Saturday, January 5, 2013

Judging Code Quality

Unit 3 of CS101 introduces functions. One of the more challenging homework problems at the end of that unit was problem 3-8. Given a purported solution to a sudoku puzzle, represented as a list of lists, the assignment is to write a function that determines if the offered solution is valid. The function is to return True if the puzzle solution is valid, and return False otherwise.

One of the students was less than delighted with his solution. His function worked, but he wondered if it was Good Code or Bad Code? Some folks responded that the offered routine was too long, and that made it Bad Code. To see the original question and answer thread, follow this link:

I tried to give a more nuanced answer to the opinion question...

Good code is largely a matter of opinion, which is not to say I don’t have opinions. John’s point about the length of the procedure is a valid point. I’d also argue that clarity could be improved by better choice of variable names, or at least comments explaining what each variable represents.

len(length) set off alarm bells in my head. Looking at the routine, I gather “length” is the list of lists that makes up the sudoku puzzle. Again, a better variable name or a comment would make things easier to read.
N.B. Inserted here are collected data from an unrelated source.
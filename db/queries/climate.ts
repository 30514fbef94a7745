import { sql, type Insertable } from "kysely";
import type { ClimateDatasetsTable, Executor } from "../schema";


export type NewClimateDatasetRow = Insertable<ClimateDatasetsTable>;

const listColumns = [
  "climate_datasets.id",
  "climate_datasets.project_id as projectId",
  "climate_datasets.name",
  "climate_datasets.source_kind as sourceKind",
  "climate_datasets.file_name as fileName",
  "climate_datasets.record_count as recordCount",
  "climate_datasets.missing_count as missingCount",
  "climate_datasets.hours_total as hoursTotal",
  "climate_datasets.created_at as createdAt",
  "users.name as createdByName",
] as const;

export async function insertClimateDataset(db: Executor, row: NewClimateDatasetRow) {
  return db.insertInto("climate_datasets").values(row).returning(["id"]).executeTakeFirstOrThrow();
}

/** A project's datasets, newest first, without the hourly arrays; the design 0.4 % wet-bulb read from the summary. */
export async function listClimateDatasetsOfProject(db: Executor, projectId: string) {
  return db
    .selectFrom("climate_datasets")
    .leftJoin("users", "users.id", "climate_datasets.created_by")
    .select(listColumns)
    .select(sql<unknown>`climate_datasets.summary -> 'designWetBulbC'`.as("designWetBulbC"))
    .where("climate_datasets.project_id", "=", projectId)
    .orderBy("climate_datasets.created_at", "desc")
    .orderBy("climate_datasets.id", "desc")
    .execute();
}

/** One dataset of a project (never another project's, even with a valid id) with summary and provenance, no arrays. */
export async function findClimateDatasetSummary(db: Executor, projectId: string, datasetId: string) {
  return db
    .selectFrom("climate_datasets")
    .leftJoin("users", "users.id", "climate_datasets.created_by")
    .select(listColumns)
    .select(["climate_datasets.summary", "climate_datasets.provenance"])
    .where("climate_datasets.project_id", "=", projectId)
    .where("climate_datasets.id", "=", datasetId)
    .executeTakeFirst();
}

/** The stored data (hourly arrays or bins) of one dataset of a project. */
export async function findClimateDatasetData(db: Executor, projectId: string, datasetId: string) {
  return db
    .selectFrom("climate_datasets")
    .select(["id", "name", "source_kind as sourceKind", "data"])
    .where("project_id", "=", projectId)
    .where("id", "=", datasetId)
    .executeTakeFirst();
}

export async function countClimateDatasets(db: Executor, projectId: string): Promise<number> {
  const r = await db
    .selectFrom("climate_datasets")
    .select((eb) => eb.fn.countAll<number>().as("n"))
    .where("project_id", "=", projectId)
    .executeTakeFirstOrThrow();
  return Number(r.n);
}

/** A dataset of this project only (never another project's), with its stored data or without it. */
export function findProjectClimateDataset(ex: Executor, projectId: string, datasetId: string, withData: boolean) {
  return ex
    .selectFrom("climate_datasets")
    .select(["id", "name", "source_kind", "project_id as projectId"])
    .$if(withData, (q) => q.select("data"))
    .where("id", "=", datasetId)
    .where("project_id", "=", projectId)
    .executeTakeFirst();
}

/** The datasets a scenario may use (one project's), newest first: id, name, kind and size only. */
export function listClimateDatasetChoices(db: Executor, projectId: string) {
  return db
    .selectFrom("climate_datasets")
    .select(["id", "name", "source_kind as sourceKind", "hours_total as hoursTotal", "record_count as recordCount", "created_at as createdAt"])
    .where("project_id", "=", projectId)
    .orderBy("created_at", "desc")
    .execute();
}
In the end, the acid test is “does your program work?”. If I can make it fail with a test case, surely, you’d have to accept that the code has a problem. The ease or difficulty of correcting things is then a valid basis for judging if it’s Good Code or not. That isinstance test to screen out floating point numbers in the data worries me. What does it do if you hand it a different data type, like, say, a complex number? If you eventually arrive at a program that handles every test case I can think of, but the code bristles with odd tests to avoid problem X, Y and Z that we discovered, that still is probably not Good Code.

My version is already posted to the forum with some other sudoku question, so I won’t repost it here. My approach was to generate a list of all the integers that would be valid in a row. (e.g. for a 9x9 puzzle, any valid value should be in the list [1 2 3 4 5 6 7 8 9]. As I matched a value to the list, I’d delete that value from the list so if it came up again in the same row or same column, I’d reject the duplicate as invalid. For each row and each column, I freshly repopulate the list of valid integers.
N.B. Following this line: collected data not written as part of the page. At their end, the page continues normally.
import { describe, expect, it } from "vitest";
import {
  balancedCounterflowApproachK,
  calibratePlateExchangerUaKWPerK,
  plateExchangerApproachK,
} from "@/lib/engine/plate-exchanger";

// Capacity rate of 72 kg/s of water at cpw 4.186 kJ/(kg·K): 301.392 kW/K.
const C = 72 * 4.186;

/**
 * Independent check by the log-mean temperature difference method (Incropera & DeWitt, Fundamentals of
 * Heat and Mass Transfer, ch. 11, counterflow: Q = UA·ΔTlm, ΔTlm = (ΔT1 − ΔT2)/ln(ΔT1/ΔT2), ΔT1 at the hot
 * inlet end, ΔT2 at the hot outlet end). The engine uses ε-NTU; this test uses terminal temperatures only.
 */
function uaByLmtd(heatKW: number, approachK: number, hotKWPerK: number, coldKWPerK: number): number {
  const towerWaterInC = 20;
  const cleanLoopOutC = towerWaterInC + approachK; // hot outlet
  const cleanLoopInC = cleanLoopOutC + heatKW / hotKWPerK; // hot inlet
  const towerWaterOutC = towerWaterInC + heatKW / coldKWPerK; // cold outlet
  const dt1 = cleanLoopInC - towerWaterOutC;
  const dt2 = cleanLoopOutC - towerWaterInC;
  const lmtd = Math.abs(dt1 - dt2) < 1e-12 ? dt1 : (dt1 - dt2) / Math.log(dt1 / dt2);
  return heatKW / lmtd;
}

describe("plate exchanger approach", () => {
  // Hand calculation: balanced counterflow (equal capacity rates) has the same temperature difference
  // all along the plates, so ΔTlm = approach and UA = Q/approach = 1500/1.5 = 1000 kW/K.
  // With the range R = 1500/301.392 = 4.976907 K, ε = R/(R + approach) = 0.768408 and the formula
  // R·(1 − ε)/ε gives back 1.5 K.
  it("balanced flows: UA = Q/approach = 1000 kW/K (hand calculation) and the formula R·(1 − ε)/ε", () => {
    const ua = calibratePlateExchangerUaKWPerK(1500, 1.5, C, C);
    expect(ua).toBeCloseTo(1000, 6);
    expect(plateExchangerApproachK(1500, 1000, C, C)).toBeCloseTo(1.5, 9);
    expect(balancedCounterflowApproachK(4.976907, 0.768408)).toBeCloseTo(1.5, 4);
  });

  // Hand calculation: balanced counterflow with UA fixed at 1000 kW/K: approach = Q/UA, so 750 kW → 0.75 K.
  it("with constant flows the approach is proportional to the load (750 kW → 0.75 K)", () => {
    expect(plateExchangerApproachK(750, 1000, C, C)).toBeCloseTo(0.75, 9);
  });

  // Unequal flows, the clean loop (hot side) at 0.8·C = 241.114 kW/K, tower water 301.392 kW/K, 1500 kW,
  // approach 1.5 K, tower water entering at 20 °C: clean loop 21.5 → 27.7211 °C, tower water
  // 20 → 24.9769 °C; ΔT1 = 27.7211 − 24.9769 = 2.7442 K, ΔT2 = 1.5 K, ΔTlm = 1.2442/ln(1.82948) = 1.2442/0.60403 = 2.0599 K,
  // UA = 1500/2.0599 = 728.2 kW/K.
  it("unequal flows (hot side = clean loop) agree with the LMTD method", () => {
    const ua = calibratePlateExchangerUaKWPerK(1500, 1.5, 0.8 * C, C);
    expect(ua / uaByLmtd(1500, 1.5, 0.8 * C, C)).toBeCloseTo(1, 9);
    expect(Math.abs(ua - 728.2)).toBeLessThan(0.1);
    expect(plateExchangerApproachK(1500, ua, 0.8 * C, C)).toBeCloseTo(1.5, 9);
    // And a tower-water side smaller than the clean loop (approach 4 K: 2 K would cross the temperatures).
    const ua2 = calibratePlateExchangerUaKWPerK(1500, 4, C, 0.7 * C);
    expect(ua2 / uaByLmtd(1500, 4, C, 0.7 * C)).toBeCloseTo(1, 9);
  });
});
One aspect of my code that I wasn’t completely happy with was that my code for checking of rows largely duplicated the code for checking columns. “Don’t Repeat Yourself” (DRY) is good guidance for writing Good Code.

One other area where I think my code could use improvement is I had no explicit test to make sure the puzzle data was square (length of each row exactly matching the number of rows). Would be easy to patch that in. is my collection of links to web pages pertaining to the topic of writing good code. The “Principles of Good Programming” pearl there is probably a good place to start reading.

If the wit and wisdom of the xkcd comic strip appeals to you, you might enjoy: If you’ve read this far and are enjoying my answer, you might try a Google search for:

code smell

to find tons more to read to help you better discern the answer to the code evaluation variant of the question posed to Dorothy soon after she arrived in the land of Oz: “Are you a Good Witch or a Bad Witch?”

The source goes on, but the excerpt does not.